Early on 26 November, the India Meteorological Department upgraded the deep depression to a Cyclonic Storm and named it Nisha. Later that day as Nisha moved northwest towards India, both the JTWC and the IMD reported that Nisha had reached its peak wind speeds of 55 kts (63 mph 102 km/h 1-min) 45 knots (52 mph 83 km/h 3-min). Early the next day the IMD reported that Cyclonic Storm Nisha had made landfall in Tamil Nadu, India, at 0030 UTC. Later that day as the IMD reported that Nisha had weakened into a deep depression, The JTWC issued their final advisory on Nisha. The IMD then reported that Nisha had weakened into a Depression and then issued their last advisory the next day, reporting that Nisha had weakened into a well-marked area of low pressure.

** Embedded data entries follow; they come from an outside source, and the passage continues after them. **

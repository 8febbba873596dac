"""Sample size, enrolment, curve, validation and the JSON answer (service.stats.planning)."""

from __future__ import annotations

import json
import math
from typing import Any

import numpy as np
import pytest
from hypothesis import given, settings
from hypothesis import strategies as st
from scipy import stats as sps

from service.stats.planning import (
    CAUTIONS,
    PlanningInputError,
    TargetNotReached,
    cv_upper_limit_to_json,
    plan,
    plan_cv_upper_limit,
    plan_to_json,
    validate_planning,
)
from service.stats.power import DESIGNS, design_power
from service.stats.power_scaled import simulated_power
from service.stats.sample_size import enrolment, smallest_total


@pytest.mark.parametrize(("cv", "target", "total"), [
    (0.20, 0.80, 20), (0.25, 0.80, 28), (0.30, 0.80, 40), (0.40, 0.80, 66),
    (0.20, 0.90, 26), (0.30, 0.90, 52),
])
def test_classical_two_by_two_sample_sizes(cv: float, target: float, total: int) -> None:
    """Source: published exact sample-size tables for the 2×2 crossover at ratio 0.95, α 0.05,
    limits 0.80–1.25 (from memory)."""
    p = plan(design="two_by_two", cv=cv, target_power=target)
    assert p.total == total and p.per_sequence == total // 2
    assert p.power >= target
    assert design_power(DESIGNS["two_by_two"], total - 2, cv=cv, ratio=0.95,
                        limits=(0.80, 1.25), alpha=0.05) < target


def test_power_at_twenty_for_cv_twenty_percent() -> None:
    """Source: published exact power of the 2×2 design, CV 20 %, ratio 0.95, n = 20: 0.8347
    (from memory, four decimals)."""
    assert plan(design="two_by_two", cv=0.20).power == pytest.approx(0.8347, abs=5e-5)


@given(name=st.sampled_from(sorted(DESIGNS)), cv=st.floats(0.05, 0.8), ratio=st.floats(0.85, 1.15),
       target=st.floats(0.5, 0.95))
@settings(max_examples=40, deadline=None)
def test_answer_is_the_smallest_balanced_total(name: str, cv: float, ratio: float,
                                               target: float) -> None:
    """Source: the definition of the answer (issue 11 item 3): power ≥ target at the total and
    below it one sequence-step lower, unless the EMA 2010 minimum of 12 binds."""
    d = DESIGNS[name]
    try:
        p = plan(design=name, cv=cv, ratio=ratio, target_power=target)
    except TargetNotReached:
        assert design_power(d, 10_000 // len(d.sequences) * len(d.sequences), cv=cv, ratio=ratio,
                            limits=(0.80, 1.25), alpha=0.05) < target
        return
    step = len(d.sequences)
    assert p.total % step == 0 and p.total >= 12 and p.power >= target
    if p.minimum_applies:
        assert p.total == 12
    else:
        assert design_power(d, p.total - step, cv=cv, ratio=ratio, limits=(0.80, 1.25),
                            alpha=0.05) < target


def test_minimum_of_twelve_binds_and_says_so() -> None:
    """Source: EMA 2010 (CPMP/EWP/QWP/1401/98 Rev.1) §4.1.3, at least 12 evaluable subjects; the
    exact power shows that fewer subjects would reach the target."""
    p = plan(design="two_by_two", cv=0.08)
    assert p.total == 12 and p.minimum_applies
    assert design_power(DESIGNS["two_by_two"], 8, cv=0.08, ratio=0.95, limits=(0.80, 1.25),
                        alpha=0.05) >= 0.80
    assert [w.code for w in p.warnings] == ["minimum_total_applies"]
    assert plan_to_json(p)["design"]["minimum_applies"] is True


@pytest.mark.parametrize(("total", "rate", "step", "enrol"), [
    (20, 0.2, 2, 26), (20, 0.0, 2, 20), (24, 0.15, 3, 30), (40, 0.1, 2, 46), (12, 0.5, 3, 24),
    (30, 0.1, 3, 36)])
def test_enrolment_after_dropouts_stays_balanced(total: int, rate: float, step: int,
                                                 enrol: int) -> None:
    """Source: arithmetic (common practice): the smallest multiple of the sequence count E with
    E·(1 − rate) ≥ total; 20/(1 − 0.2) = 25 exactly, then 26 for two equal sequences."""
    assert enrolment(total, rate, step) == enrol


def test_enrolment_in_the_answer() -> None:
    """Source: arithmetic as above, through plan(): 40 subjects at 10 % dropout → 44.4 → 46."""
    p = plan(design="two_by_two", cv=0.30, dropout_rate=0.10)
    assert (p.total, p.enrol_total, p.enrol_per_sequence) == (40, 46, 23)


def test_cap_gives_a_problem_with_the_power_at_the_cap() -> None:
    """Source: issue 11 item 4 (a target that no total up to the cap reaches is refused); the
    power at the cap from the exact integral."""
    with pytest.raises(TargetNotReached) as caught:
        plan(design="two_by_two", cv=0.30, max_total=31)
    assert caught.value.problems[0][0] == "target_power"
    assert caught.value.cap == 30
    assert caught.value.power_at_cap == pytest.approx(design_power(
        DESIGNS["two_by_two"], 30, cv=0.30, ratio=0.95, limits=(0.80, 1.25), alpha=0.05))
    assert isinstance(caught.value, PlanningInputError)


@pytest.mark.parametrize("ratio", [1.30, 0.80, 1.25, 0.5])
def test_true_ratio_outside_the_limits_is_refused(ratio: float) -> None:
    """Source: the interval test cannot pass more often than α when the true ratio is on or outside
    a limit (Schuirmann 1987), so no sample size exists; issue 11 item 4 asks for a problem."""
    with pytest.raises(PlanningInputError) as caught:
        plan(design="two_by_two", cv=0.2, ratio=ratio)
    assert [f for f, _ in caught.value.problems] == ["ratio"]


def test_every_problem_is_reported_at_once() -> None:
    """Source: the house rule (validate at the edge, collect every problem); field names as in
    the request of issue 11 item 4."""
    with pytest.raises(PlanningInputError) as caught:
        validate_planning(design="latin_square", cv=20.0, ratio=float("nan"), limits=(1.25, 0.8),
                          alpha=0.7, target_power=1.0, dropout_rate=1.0, approach="wider",
                          method="guess", max_total=5)
    fields = {f for f, _ in caught.value.problems}
    assert fields == {"design", "cv", "ratio", "limits", "alpha", "target_power", "dropout_rate",
                      "approach", "method", "max_total"}
    assert "fraction" in dict(caught.value.problems)["cv"]


@pytest.mark.parametrize(("kwargs", "field"), [
    ({"design": "two_by_two", "approach": "widened_limits"}, "approach"),
    ({"design": "parallel", "approach": "reference_scaled"}, "approach"),
    ({"design": "full_replicate_4", "approach": "reference_scaled", "method": "normal"}, "method"),
    ({"design": "full_replicate_4", "approach": "widened_limits", "limits": (0.9, 1.11)}, "limits"),
    ({"design": "full_replicate_4", "cv_reference": 0.4}, "cv_reference"),
    ({"design": "full_replicate_4", "approach": "widened_limits", "simulations": 10}, "simulations"),
    ({"design": "full_replicate_4", "approach": "widened_limits", "seed": -1}, "seed"),
    ({"design": "two_by_two", "alpha": True}, "alpha"),
])
def test_combinations_that_have_no_meaning_are_refused(kwargs: dict[str, Any], field: str) -> None:
    """Source: EMA 2010 §4.1.10 and the FDA progesterone draft guidance 2011 define scaling only for
    designs that repeat the reference and only from 80.00–125.00 %; the shortcuts are for unscaled
    limits; booleans are not numbers."""
    with pytest.raises(PlanningInputError) as caught:
        validate_planning(cv=0.4, **kwargs)
    assert field in {f for f, _ in caught.value.problems}


def test_scaled_plan_is_reproducible_with_its_seed_and_reports_its_standard_error() -> None:
    """Source: binomial standard error sqrt(p(1 − p)/N) (common practice); the same seed repeats
    the plan; the total one step lower fails the target with the same seed (definition)."""
    args: dict[str, Any] = {"design": "full_replicate_4", "cv": 0.45, "ratio": 0.90,
                            "approach": "widened_limits", "simulations": 20_000, "seed": 42}
    first, again = plan(**args), plan(**args)
    assert first == again
    assert first.power_method == "simulation"
    assert first.monte_carlo_standard_error == pytest.approx(
        math.sqrt(first.power * (1 - first.power) / 20_000), rel=1e-12)
    below = simulated_power(DESIGNS["full_replicate_4"], first.total - 2, [(0.90, 0.45, 0.45)],
                            approach="widened_limits", alpha=0.05, simulations=20_000, seed=42)
    assert below[0].power < 0.80 <= first.power
    centre = [c for c in first.curve if c.cv == 0.45 and c.ratio == 0.90]
    assert [c.power for c in centre] == [first.power]


def test_seed_is_drawn_and_reported_when_not_given() -> None:
    """Source: the house rule that the inputs hold the seed that was used (DESIGN.md)."""
    p = plan(design="partial_replicate", cv=0.4, approach="reference_scaled", simulations=5_000)
    seed = p.request.seed
    assert isinstance(seed, int)
    again = plan(design="partial_replicate", cv=0.4, approach="reference_scaled",
                 simulations=5_000, seed=seed)
    assert again.power == p.power and plan_to_json(p)["assumptions"]["seed"] == seed


def test_json_answer_has_the_shape_of_the_issue() -> None:
    """Source: issue 11 items 4 and 6 (answer fields; cautions on every answer); JSON without
    NaN (RFC 8259 has no NaN)."""
    p = plan(design="full_replicate_3", cv=0.3, dropout_rate=0.1)
    answer = plan_to_json(p)
    text = json.dumps(answer, allow_nan=False)
    assert json.loads(text) == answer
    for key in ("sample_size", "power", "power_method", "monte_carlo_standard_error", "enrol",
                "curve", "cautions"):
        assert key in answer
    assert set(answer["sample_size"]) == {"total", "per_sequence"}
    assert answer["power_method"] == "exact" and answer["monte_carlo_standard_error"] is None
    assert all(set(c) == {"cv", "ratio", "power"} for c in answer["curve"])
    cvs = [c["power"] for c in answer["curve"] if c["ratio"] == 0.95]
    assert cvs == sorted(cvs, reverse=True)                      # power falls with CV
    for caution in CAUTIONS:
        assert caution in answer["cautions"]
    assert any("80.00–125.00 %" in c for c in answer["cautions"])


def test_parallel_plan_mentions_its_df_choice() -> None:
    """Source: two groups of n/2, Var(δ̂) = 4σ²/n, pooled df n − 2 (common practice)."""
    p = plan(design="parallel", cv=0.3)
    assert p.df == p.total - 2 and p.per_sequence * 2 == p.total
    assert any("Welch" in c for c in p.cautions)


def test_search_stops_at_the_cap() -> None:
    """Source: definition of the search: multiples of the step between the floor and the cap."""
    calls: list[int] = []

    def power(n: int) -> float:
        calls.append(n)
        return n / 1000.0

    found = smallest_total(power, step=3, target=0.9, cap=100)
    assert found.total is None and found.largest_tried == 99 and max(calls) == 99
    found = smallest_total(power, step=3, target=0.05, cap=100)
    assert found.total == 51 and all(n % 3 == 0 for n in calls)


def test_cv_upper_limit_covers_at_its_level() -> None:
    """Source: definition of a one-sided confidence limit, checked by simulation of
    s² ~ σ²·χ²_df/df (numpy); and the formula with scipy.stats.chi2 at CV 25 %, df 20."""
    u = plan_cv_upper_limit(0.25, 20, 0.80)
    s2 = math.log1p(0.25**2)
    assert u.cv_upper == pytest.approx(math.sqrt(math.expm1(20 * s2 / sps.chi2.ppf(0.2, 20))))
    rng = np.random.default_rng(8)
    sigma2 = math.log1p(0.3**2)
    s2_hat = sigma2 * rng.chisquare(12, 100_000) / 12
    covered = float(np.mean(12 * s2_hat / sps.chi2.ppf(0.2, 12) >= sigma2))
    assert abs(covered - 0.80) < 4 * math.sqrt(0.8 * 0.2 / 100_000)
    assert cv_upper_limit_to_json(u)["cv_upper"] == u.cv_upper


def test_cv_upper_limit_refuses_bad_input() -> None:
    """Source: the house rule (every problem, by field)."""
    with pytest.raises(PlanningInputError) as caught:
        plan_cv_upper_limit(-0.1, 0, 1.5)
    assert {f for f, _ in caught.value.problems} == {"cv", "df", "level"}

==Preparations and impact==

Death toll
| Sri Lanka | 15 |  |
| Tamil Nadu, India | 189 |  |
| Total | 204 |  |

===Sri Lanka===
Fifteen people were killed when Nisha hit northern Sri Lanka on 25 November 2008, causing heavy rains and flooding that reportedly displaced between 60,000 and 70,000 people in Vanni and 20,000 people in Jaffna district. Jaffna recorded the highest rainfall since 1918, of 520.1 mm of rain in one week, with the 26 November total rainfall (389.8 mm) being the highest in nine decades.

===India===
At least 189 people were killed by the heavy rains and floods caused by the Nisha in Tamil Nadu. Some places have recorded extreme rainfall, notably Orathanadu, Thanjavur District where over 660 mm of rain fell in a 24-hour period, breaking the 65-year-old record of highest daily rainfall in Tamil Nadu. In two days, Orathanadu registered 990 mm of rainfall. Previously the highest amount of rainfall in a day was 570 mm registered by Cuddalore on 18 May 1943. During the four-day period from 25 through 28 November, Orathanadu received 1280 mm of rainfall, making it as the 4th wettest Cylone in India to date. A map showing the most affected areas was released by ReliefWeb. Damage in India totaled to 3789 crores, or 800 million in 2008 USD.